Dana S. Grosser, Vanguard’s head of corporate public relations, confirmed the change: “As client preferences continue to shift from paper mail to digital interactions, Vanguard decided in July 2019 to begin partnering with Swiss Post Solutions (SPS) to manage the processing of Vanguard’s incoming client mail,” she told me in an email.

The deal adds “enhanced resiliency into our mail and scanning operations,” she added. “Vanguard has long used strategic partnerships and vendor relationships to increase efficiency, decrease costs, or bring in new capabilities to benefit our clients.”

The company won’t say how many Malvern jobs have been eliminated or what happens to the people, or crew, as Vanguard calls them, that used to handle the mail.

Settled?

Back in 2014, I wrote about Vanguard Group’s ex-tax lawyer David Danon, who had turned whistleblower, asserting that the Malvern investment giant had systematically underpaid its federal and state income taxes for years by underpricing its own investment services to its mutual funds, and by stashing more than $1 billion in a special “reserve” that was neither distributed to fund owners, nor paid forward as taxable income.
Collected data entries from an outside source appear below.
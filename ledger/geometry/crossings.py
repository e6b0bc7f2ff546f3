"""Whether a closed mesh runs through itself, and whether its shells lie properly in one another."""

from __future__ import annotations

import numpy as np
from numpy.typing import NDArray

from ledger.errors import MeshRefused
from ledger.geometry.named_place import named_place
from ledger.geometry.proof import shells_of
from ledger.geometry.solids import volume_integrals
from ledger.geometry.standing import Floats, Indices

# A crossing less deep than this share of the mesh's size is contact.
CONTACT_SHARE = 1e-9
# An edge that meets another triangle this near to its rim (share of its size) may only touch it.
RIM_SHARE = 1e-9
PAIRS_AT_A_TIME = 1 << 17
SAMPLES = 12
# Places where shells may touch that are looked at, and the points asked round each.
MOST_TOUCHES = 8
DIRECTIONS = 64


def refuse_overlap(vertices: Floats, faces: Indices) -> None:
    """Refuse a mesh that counts some space twice.

    A shell that runs through itself or another is found by its triangles; shells that do not cross
    are then nested or apart, and the number of times the others wind round a point of each tells
    whether it is a body, a cavity or counted twice. A cavity is an inward shell inside a body.
    Raises MeshRefused (mesh-overlaps, mesh-flipped).
    """
    place = _first_crossing(vertices, faces)
    if place is not None:
        raise MeshRefused(
            "mesh-overlaps",
            f"the mesh runs through itself near {named_place(place)}",
            "unite the overlapping bodies into one solid and export again",
        )
    shells = shells_of(faces)
    if shells.max() == 0:
        return
    for number in range(int(shells.max()) + 1):
        _refuse_misplaced_shell(vertices, faces, shells, number)


def _refuse_misplaced_shell(vertices: Floats, faces: Indices, shells: Indices, number: int) -> None:
    own = faces[shells == number]
    outward = volume_integrals(vertices, own)[0] >= 0.0
    others = faces[shells != number]
    wound = _winding_outside(vertices, own, others)
    where = named_place(vertices[own[0, 0]])
    if not outward and wound == 0:
        raise MeshRefused(
            "mesh-flipped",
            f"the shell at {where} looks inward and lies in no other",
            "turn its faces to look outward and export again",
        )
    if wound != (0 if outward else 1):
        raise MeshRefused(
            "mesh-overlaps",
            f"the shell at {where} lies inside another and its space is counted twice",
            "unite the bodies, or turn the inner one inward if it is a cavity, and export again",
        )


def _winding_outside(vertices: Floats, own: Indices, others: Indices) -> int | None:
    """How often the other shells wind round a point of this one; None where every point lies on them."""
    chosen = own[np.unique(np.linspace(0, len(own) - 1, SAMPLES).astype(int))]
    for point in vertices[chosen].mean(axis=1):
        turns = _winding(vertices, others, point)
        if turns is not None:
            return turns
    return None


def _winding(vertices: Floats, faces: Indices, point: Floats) -> int | None:
    """How often a mesh winds round a point, by the solid angles of its triangles; None for a point on it."""
    a, b, c = (vertices[faces[:, corner]] - point for corner in range(3))
    la, lb, lc = (np.linalg.norm(side, axis=1) for side in (a, b, c))
    top = np.einsum("ij,ij->i", a, np.cross(b, c))
    dot_ab, dot_bc, dot_ca = (np.einsum("ij,ij->i", p, q) for p, q in ((a, b), (b, c), (c, a)))
    half_angles = np.arctan2(top, la * lb * lc + dot_ab * lc + dot_bc * la + dot_ca * lb)
    # On a triangle its half angle is plus or minus a half turn as rounding has it.
    if np.abs(half_angles).max() > np.pi - 1e-6:
        return None
    turns = float(half_angles.sum()) / (2.0 * np.pi)
    return round(turns) if abs(turns - round(turns)) < 1e-3 else None


def _first_crossing(vertices: Floats, faces: Indices) -> Floats | None:
    """A point near which two triangles that are not neighbours cross, or None."""
    low = vertices[faces].min(axis=1)
    high = vertices[faces].max(axis=1)
    one, two = _pairs_of_boxes(low, high)
    tolerance = CONTACT_SHARE * float(np.ptp(vertices, axis=0).max())
    touches: list[Floats] = []
    for start in range(0, len(one), PAIRS_AT_A_TIME):
        part = slice(start, start + PAIRS_AT_A_TIME)
        a, b = _astride(vertices, faces, (one[part], two[part]), tolerance)
        for first, second in ((a, b), (b, a)):
            for corner in range(3):
                hits, certain = _edge_through(vertices, first, corner, second, tolerance)
                if certain.any():
                    return np.asarray(hits[certain][0])
                touches.extend(hits)
    asked = touches[:: max(1, len(touches) // MOST_TOUCHES)]
    return next((touch for touch in asked if _counted_twice_near(vertices, faces, touch)), None)


def _astride(
    vertices: Floats, faces: Indices, pairs: tuple[Indices, Indices], tolerance: float
) -> tuple[Indices, Indices]:
    """Triangles (k, 3) of the pairs of which each has corners on both sides of the other's plane."""
    one, two = pairs
    for _ in range(2):
        corners = vertices[faces[two]]
        normal = np.cross(corners[:, 1] - corners[:, 0], corners[:, 2] - corners[:, 0])
        deep = tolerance * np.linalg.norm(normal, axis=1)
        rise = np.stack(
            [np.einsum("ij,ij->i", vertices[faces[one, i]] - corners[:, 0], normal) for i in range(3)]
        )
        kept = (rise.min(axis=0) < -deep) & (rise.max(axis=0) > deep)
        one, two = two[kept], one[kept]
    return faces[one], faces[two]


def _counted_twice_near(vertices: Floats, faces: Indices, point: Floats) -> bool:
    """Whether the mesh winds round some point near a touch more often than once, or backward.

    An edge through the rim of a triangle may cross it or lie along it: faces that share part of a
    plane do so at each corner.
    """
    corners = vertices[faces]
    # The directions are spread evenly by the golden angle, so that none lies in a plane of the mesh.
    at = np.arange(DIRECTIONS) + 0.5
    height, turn = 1.0 - 2.0 * at / DIRECTIONS, at * np.pi * (3.0 - np.sqrt(5.0))
    level = np.sqrt(1.0 - height**2)
    around = np.stack((level * np.cos(turn), level * np.sin(turn), height), axis=1)
    apart = np.linalg.norm(corners - point, axis=2).ravel()
    reach = 0.1 * float(apart[apart > CONTACT_SHARE * apart.max()].min())
    return any(_winding(vertices, faces, spot) not in {0, 1, None} for spot in point + reach * around)


def _pairs_of_boxes(low: Floats, high: Floats) -> tuple[Indices, Indices]:
    """Pairs of triangles whose boxes meet, each pair once.

    The tree is laid in the plane in which the boxes cover least, or slivers as tall as the mesh
    would all meet one another.
    """
    from shapely import STRtree, box

    size = high - low
    planes = ((0, 1, 2), (1, 2, 0), (0, 2, 1))
    u, v, w = min(planes, key=lambda plane: float((size[:, plane[0]] * size[:, plane[1]]).sum()))
    boxes = box(low[:, u], low[:, v], high[:, u], high[:, v])
    one, two = STRtree(boxes).query(boxes)
    kept = (one < two) & (low[one, w] <= high[two, w]) & (low[two, w] <= high[one, w])
    return one[kept], two[kept]


def _edge_through(
    vertices: Floats, first: Indices, corner: int, second: Indices, tolerance: float
) -> tuple[Floats, NDArray[np.bool_]]:
    """Where an edge of triangles of `first` passes through those of `second`, and whether well inside."""
    start, end = first[:, corner], first[:, (corner + 1) % 3]
    apart = ((start[:, None] != second) & (end[:, None] != second)).all(axis=1)
    chosen = np.flatnonzero(apart)
    p, q = vertices[start[chosen]], vertices[end[chosen]]
    a, b, c = (vertices[second[chosen, i]] for i in range(3))
    normal = np.cross(b - a, c - a)
    length = np.linalg.norm(normal, axis=1)
    rise_p = np.einsum("ij,ij->i", normal, p - a)
    rise_q = np.einsum("ij,ij->i", normal, q - a)
    deep = tolerance * length
    through = (np.minimum(rise_p, rise_q) < -deep) & (np.maximum(rise_p, rise_q) > deep)
    kept = np.flatnonzero(through & (length > 0.0))
    p, q, a, b, c = p[kept], q[kept], a[kept], b[kept], c[kept]
    share = (rise_p[kept] / (rise_p[kept] - rise_q[kept]))[:, None]
    hit = p + share * (q - p)
    sides = [
        np.einsum("ij,ij->i", normal[kept], np.cross(right - left, hit - left)) / length[kept] ** 2
        for left, right in ((a, b), (b, c), (c, a))
    ]
    least = np.minimum.reduce(sides)
    met = least >= -RIM_SHARE
    return hit[met], least[met] > RIM_SHARE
Talking to Danon’s lawyers and other observers, I reported the next year that Vanguard had started to list unpaid liabilities for management services and other expenses at its funds, disclosing a pile of cash that looked a lot like the “reserve” Danon has called for.

Dan Wiener, investment manager and longtime publisher of the Independent Adviser for Vanguard Investors newsletter, was especially curious about that reserve. He has lately run the numbers, and he reports that Vanguard has reduced its unpaid fund liabilities, from $1.8 billion in 2015-16, to less than $800 million in 2018-19.

I ran that by a couple of tax lawyers, who say that’s the kind of reduction that tends to follow tax agreements, though it’s hard to know exactly what the private, for-profit company is up to if it doesn’t want to explain. Vanguard declined to comment.

Not enough?

The pending sale of New Hope-based social-media and video-messaging app owner Meet Group to eHarmony owner and TV programmer ProSieben, of Germany, has disappointed shareholders such as Dan Mobbs, of Colts Neck, N.J.

Mobbs notes that law firms for investors have inquired about the fairness of the $6.30 a share sale announced in December and subject to a shareholder vote next month. (Founder and CEO Geoff Cook stands to collect $12 million in stock and cash as severance pay; he also owns shares worth $13 million at the sale price.)

Mobb points out that the $500 million sale price is not much more than twice this year’s sales; a growing social media company ought to get closer to four times revenues, he figures. The vote is scheduled for June 11.